= Jamie Meltzer =

American movie and documentary film director

Jamie Meltzer is an American movie and documentary film director. He has made "True Conviction", "Off the Charts: The Song-Poem Story", "Welcome to Nollywood", "La Caminata" (a short film), and the feature-length documentary film "Informant". He teaches documentary film production in the Art Department of Stanford University, as part of the MFA Program in Documentary Film.

== Films ==
"True Conviction" (2017), a feature-length documentary, follows a group of exonerated ex-prisoners who start a detective agency, work to rebuild their lives, and struggle to fix the criminal justice system. The film was awarded a Special Jury Mention at the 2017 Tribeca Film Festival.

"Informant" (2012) a feature-length documentary film that investigates the turbulent journey of Brandon Darby, a radical leftist activist turned FBI informant turned right-wing Tea Party activist. It premiered at the 2012 San Francisco International Film Festival,"With uncommon restraint, Meltzer delivers a fascinating study that transcends political chest beating.

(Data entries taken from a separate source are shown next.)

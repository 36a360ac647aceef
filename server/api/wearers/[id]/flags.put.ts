import { noteFlags } from '../../../services/wearers'
import { handle } from '../../../utils/handle'

export default handle('wearers.flags', ({ room, id, body }) => noteFlags(room, id, body))
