import type { VersionBody, VersionKept } from '../../../shared/domain/garment/snapshot'
import { json, type Work } from '../client'

export interface VersionFields {
  readonly garmentId: string
  readonly name: string
  readonly note: string | null
  readonly engine: string
  readonly stops: number
  readonly cautions: number
  readonly barred: boolean
  readonly kept: VersionKept
}

const selectVersion = (db: Work, workroom: string) =>
  db
    .selectFrom('version')
    .innerJoin('garment', (join) =>
      join.onRef('garment.workroomId', '=', 'version.workroomId').onRef('garment.id', '=', 'version.garmentId'),
    )
    .innerJoin('versionBody', (join) =>
      join.onRef('versionBody.workroomId', '=', 'version.workroomId').onRef('versionBody.versionId', '=', 'version.id'),
    )
    .leftJoin('clearance', (join) =>
      join.onRef('clearance.workroomId', '=', 'version.workroomId').onRef('clearance.versionId', '=', 'version.id'),
    )
    .leftJoin('membership as saver', (join) =>
      join.onRef('saver.workroomId', '=', 'version.workroomId').onRef('saver.accountId', '=', 'version.savedBy'),
    )
    .leftJoin('membership as clearer', (join) =>
      join.onRef('clearer.workroomId', '=', 'clearance.workroomId').onRef('clearer.accountId', '=', 'clearance.clearedBy'),
    )
    .select([
      'version.id',
      'version.garmentId',
      'garment.code as garmentCode',
      'version.number',
      'version.name',
      'version.note',
      'version.engine',
      'version.stops',
      'version.cautions',
      'version.barred',
      'version.savedAt',
      'saver.name as savedBy',
      'clearance.clearedAt',
      'clearer.name as clearedBy',
      'clearance.byName',
      'clearance.reason',
      'versionBody.erasedAt',
    ])
    .where('version.workroomId', '=', workroom)

export type VersionRow = Awaited<ReturnType<typeof findVersionsOfGarment>>[number]

export function findVersionsOfGarment(db: Work, workroom: string, garment: string) {
  return selectVersion(db, workroom).where('version.garmentId', '=', garment).orderBy('version.number', 'desc').execute()
}

export function findVersionById(db: Work, workroom: string, id: string) {
  return selectVersion(db, workroom).where('version.id', '=', id).executeTakeFirst()
}

export function findVersionKept(db: Work, workroom: string, id: string) {
  return db.selectFrom('version').select('kept').where('workroomId', '=', workroom).where('id', '=', id).executeTakeFirst()
}

export function findVersionBody(db: Work, workroom: string, id: string) {
  return db
    .selectFrom('versionBody')
    .select(['wearerName', 'body'])
    .where('workroomId', '=', workroom)
    .where('versionId', '=', id)
    .executeTakeFirst()
}

export async function nextVersionNumber(db: Work, workroom: string, garment: string): Promise<number> {
  const row = await db
    .selectFrom('version')
    .select((eb) => eb.fn.max('number').as('last'))
    .where('workroomId', '=', workroom)
    .where('garmentId', '=', garment)
    .executeTakeFirst()
  return (row?.last ?? 0) + 1
}

export async function insertVersion(
  db: Work,
  workroom: string,
  fields: VersionFields,
  wearer: { readonly id: string; readonly name: string; readonly body: VersionBody },
  number: number,
  account: string,
  now: Date,
): Promise<string> {
  const { id } = await db
    .insertInto('version')
    .values({ workroomId: workroom, ...fields, kept: json(fields.kept), number, savedAt: now, savedBy: account })
    .returning('id')
    .executeTakeFirstOrThrow()
  await db
    .insertInto('versionBody')
    .values({ workroomId: workroom, versionId: id, wearerId: wearer.id, wearerName: wearer.name, body: json(wearer.body) })
    .execute()
  return id
}

export async function insertClearance(
  db: Work,
  workroom: string,
  version: string,
  cleared: { readonly byName: string | null; readonly reason: string | null },
  account: string,
  now: Date,
): Promise<void> {
  await db
    .insertInto('clearance')
    .values({ workroomId: workroom, versionId: version, clearedAt: now, clearedBy: account, ...cleared })
    .execute()
}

Informant raises the possibility of fluid truth in a system addicted to false binaries." The film won the Best Documentary Jury Award at the Austin Film Festival in October 2012.

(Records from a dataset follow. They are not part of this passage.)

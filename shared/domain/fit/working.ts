import type { Working, WorkingInput } from '../units/working'
import type { FittingReading, LevelReading } from './types'

const input = (symbol: string, label: string, value: number, unit: WorkingInput['unit'], from: WorkingInput['from']): WorkingInput => ({
  symbol,
  label,
  value,
  unit,
  from,
})

/** The working behind how tight a level is against the others; `c` is what the levels of its plan have in common. */
export function levelReadingWorking(reading: LevelReading): Working {
  const common = reading.share > 0 && reading.wanted > 0 ? reading.model / (reading.share * reading.wanted) : 0
  return {
    title: `${reading.name}: against the other levels`,
    formula: 'T model / (c T drafted); c = sum(T model × T drafted) / sum(T drafted²)',
    inputs: [
      input('T model', 'Tension of the cloth at the gap seen, by its test', reading.model, 'N/m', 'computed'),
      input('T drafted', 'Tension drafted for', reading.wanted, 'N/m', 'computed'),
      input('c', 'What the levels of this plan have in common', common, 'ratio', 'computed'),
    ],
    result: { value: reading.share, unit: 'ratio' },
    source: 'derived: a gap gives the strain of the level, and its tension up to one factor that all levels share',
    notes: [
      'It says which level is tight against the others, never how hard all of them hold: that takes a pull.',
      'A gap read 2 mm wrong is some 2 mm of cloth. Breathing and standing straight change a gap by more.',
      'Levels of other layers are not compared with it.',
    ],
  }
}

/** The working behind a stiffness learnt from measured pulls; null where none was taken, and it is unknown. */
export function stiffnessWorking({ stiffness, levels }: FittingReading): Working | null {
  if (stiffness === null) return null
  const pulled = levels.filter((one) => one.measured !== null && stiffness.levels.includes(one.level))
  return {
    title: 'Stiffness learnt at the fitting',
    formula: 'sum(T measured × T model) / sum(T model²)',
    inputs: pulled.flatMap((one) => [
      input(`T ${one.level}`, `Pull over the tab's width, ${one.name.toLowerCase()}`, one.measured!, 'N/m', 'measured'),
      input(`model ${one.level}`, `By the test at the gap seen, ${one.name.toLowerCase()}`, one.model, 'N/m', 'computed'),
    ]),
    result: {
      value: stiffness.factor,
      unit: 'ratio',
      band: { low: stiffness.factor * (1 - stiffness.uncertainty), high: stiffness.factor * (1 + stiffness.uncertainty) },
    },
    source: 'least squares through the origin; from a single pull its uncertainty is 10 % (setting)',
    notes: [
      'Holds for levels of the layers that were pulled, and for no others.',
      'A tab slides on lining and skin: friction takes part of the pull, so the factor reads high.',
      'Feel has no part in it.',
      ...(stiffness.left > 0 ? [`${stiffness.left === 1 ? 'A pull' : `${stiffness.left} pulls`} on other layers is left out.`] : []),
    ],
  }
}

"La Caminata" (2009) is a short film exploring the efforts of a small Mexican town to combat the migration of their community to the U.S. The town, El Alberto, puts on a weekly tourist event called the Caminata, where they simulate a nighttime "crossing" of the border, complete with balaclava-clad coyotes and simulated border patrol in hot pursuit. The film played at film festivals in 2009, including the AFI Silverdocs Festival and the True/False Film Festival.

"Welcome to Nollywood" (2007) is a documentary about the explosive phenomenon of Nigerian movies. It aired on PBS as part of the AfroPop Series in 2008.

"Off the Charts: The Song-Poem Story" (2003), an hour-long documentary, marks his feature film debut. It played at festivals worldwide, and was screened on PBS' Independent Lens series in 2003.

"Pegasus" (1998), a short 16 mm film made while he was a graduate student at San Francisco State University, chronicles the adventures of a gay motorcycle club on a joy ride in Marin County. This film was screened at the 1998 San Francisco International Lesbian & Gay Film Festival as well as other venues.